Он отошел от прохода. Мама вошла, следом отчим, плотный, с тяжелым представительным животом от самой груди, плечи широкие, руки сильные, походка усталая, лицо давно припухшее, взгляд равнодушный, сказал, усмехнувшись: — Привет, — он всегда усмехался, когда нечего сказать, словно говоря этим: «Все мне с вами ясно», — и обязательно напевал что-то известное только ему и все на один мотив. Он и сейчас напевал, мельком взглянув в зеркало, поправил пробор светленьких жиденьких волос… Сингапур не любил отчима. Всякий раз, когда случалось видеть его, обходился «здрасте» и не смотрел ему в лицо. Впрочем, отчим и не замечал этого, он вообще его не замечал. Так у них сложилось. Он никогда и никак не называл его — он вообще никогда и никак не называл его, даже маленького, даже по имени. Если была необходимость, говорил сразу, без обращения, без имени. Так у них сложилось. И Федор его никак не называл, и если была необходимость, говорил сразу, без обращения, без имени-отчества. Только когда совсем маленький был, тогда называл «папа», потом «па», последние года два язык не поворачивался и «па» назвать. Обходился.

Даже в этом обманул, — вздохнула мама, увидев грязный, в засохших пыльных разводах пол. И точно в укор сняла босоножки.
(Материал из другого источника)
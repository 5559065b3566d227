import type { ReactNode } from 'react';
import { useFormContext, type FieldPath } from 'react-hook-form';
import { DateTimeInput } from '../../../ui/date-input';
import { Field } from '../../../ui/field';
import { Select } from '../../../ui/select';
import { TextInput } from '../../../ui/text-input';
import type { FormQuestion } from '../forms/form-question';
import { heightMethodChoices } from '../forms/height-methods';
import type { FormState, SpirometryForm } from './spirometry-form';
import { withState } from './test-sets';

interface SpirometryFieldsProps {
  values: SpirometryForm;
  questions: readonly FormQuestion[];
  amending: boolean;
  /** What is asked about the height, drawn under its row. */
  heightQuestion: ReactNode;
}

const labels: Record<FormState, string> = {
  given: 'Given in this test',
  before: 'Before bronchodilator',
  after: 'After bronchodilator',
  none: 'None given',
  unknown: 'Not stated',
};

const choices = (states: readonly FormState[]) => states.map((value) => ({ value, label: labels[value] }));
const drugs = ['Albuterol', 'Levalbuterol', 'Ipratropium', 'Albuterol and ipratropium'];

/** On a wide page the question stands between the height's row and the next. */
const below = 'row:order-2';

/** When, at what height and weight, and what was given: above the tabs. */
export const SpirometryFields = ({ values, questions, amending, heightQuestion }: SpirometryFieldsProps) => {
  const { register, reset, setValue, getValues, trigger, formState } = useFormContext<SpirometryForm>();
  const { errors } = formState;
  const asked = (field: string): string | undefined =>
    questions.some((question) => question.field === field) ? 'Asked below' : undefined;
  const given = values.state === 'given' || values.state === 'after';
  const states: FormState[] = amending ? ['before', 'after', 'none', 'unknown'] : ['given', 'none', 'unknown'];
  const check = (field: FieldPath<SpirometryForm>) => ({
    onBlur: () => {
      if (getValues(field) !== '') void trigger(field);
    },
  });

  return (
    <div className="grid grid-cols-2 gap-x-4 gap-y-3 row:grid-cols-[1.6fr_1fr_1.1fr_1fr]">
      <Field label="Date and time" error={errors.performedAt?.message} className="max-row:col-span-2">
        <DateTimeInput {...register('performedAt', check('performedAt'))} />
      </Field>
      <Field
        label="Height"
        error={asked('heightCm') ? undefined : errors.heightCm?.message}
        question={asked('heightCm')}
        hint="To 0.1 cm"
      >
        <TextInput {...register('heightCm', check('heightCm'))} unit="cm" inputMode="decimal" autoComplete="off" />
      </Field>
      <Field label="Height is" error={errors.heightMethod?.message}>
        <Select {...register('heightMethod')} choices={heightMethodChoices} />
      </Field>
      {heightQuestion && (
        <div className="relative col-span-full before:absolute before:-top-1.5 before:left-6 before:size-4 before:rotate-45 before:bg-gorse-wash row:order-1 row:before:left-[calc((100%-48px)*0.34+40px)]">
          {heightQuestion}
        </div>
      )}
      <Field label="Weight" labelNote="optional" error={errors.weightKg?.message} question={asked('weightKg')}>
        <TextInput {...register('weightKg', check('weightKg'))} unit="kg" inputMode="decimal" autoComplete="off" />
      </Field>
      <Field label="Bronchodilator" error={errors.state?.message} className={`max-row:col-span-2 ${below}`}>
        <Select
          {...register('state')}
          choices={choices(states)}
          onChange={(event) => {
            const state = event.target.value as FormState;
            // A corrected state of one test takes its numbers along; the typed text of every cell stays as it was.
            if (amending)
              reset(withState(getValues(), state), {
                keepDefaultValues: true,
                keepIsSubmitted: true,
                keepTouched: true,
              });
            else setValue('state', state, { shouldDirty: true });
          }}
        />
      </Field>
      {given && (
        <>
          <Field label="Drug" error={errors.drug?.message} className={below}>
            <TextInput {...register('drug')} list="bronchodilator-drugs" autoComplete="off" />
          </Field>
          <Field label="Dose" error={errors.doseMcg?.message} className={below}>
            <TextInput
              {...register('doseMcg', check('doseMcg'))}
              unit={'\u00b5g'}
              inputMode="decimal"
              autoComplete="off"
            />
          </Field>
          <Field label="Since the dose" error={errors.minutesSinceDose?.message} className={below}>
            <TextInput
              {...register('minutesSinceDose', check('minutesSinceDose'))}
              unit="min"
              inputMode="numeric"
              autoComplete="off"
            />
          </Field>
          <datalist id="bronchodilator-drugs">
            {drugs.map((drug) => (
              <option key={drug} value={drug} />
            ))}
          </datalist>
        </>
      )}
    </div>
  );
};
Федор немедля поставил перед мамой тапочки, — Да-а, — вздохнула она, надев тапочки. — Ну, что, Федор, — она хотела продолжить, вошла в зал, увидела гостей. — Здравствуйте, — поздоровалась.

— Здравствуйте, — поняв, кто вошел, почтительно привстали парни.

— Бог ты мой, — мама увидела Галю. Та не спала. Впрочем, она и вовсе не спала. Тяжело поднялась, в беззвучном болезненном ужасе смотрела на вошедших.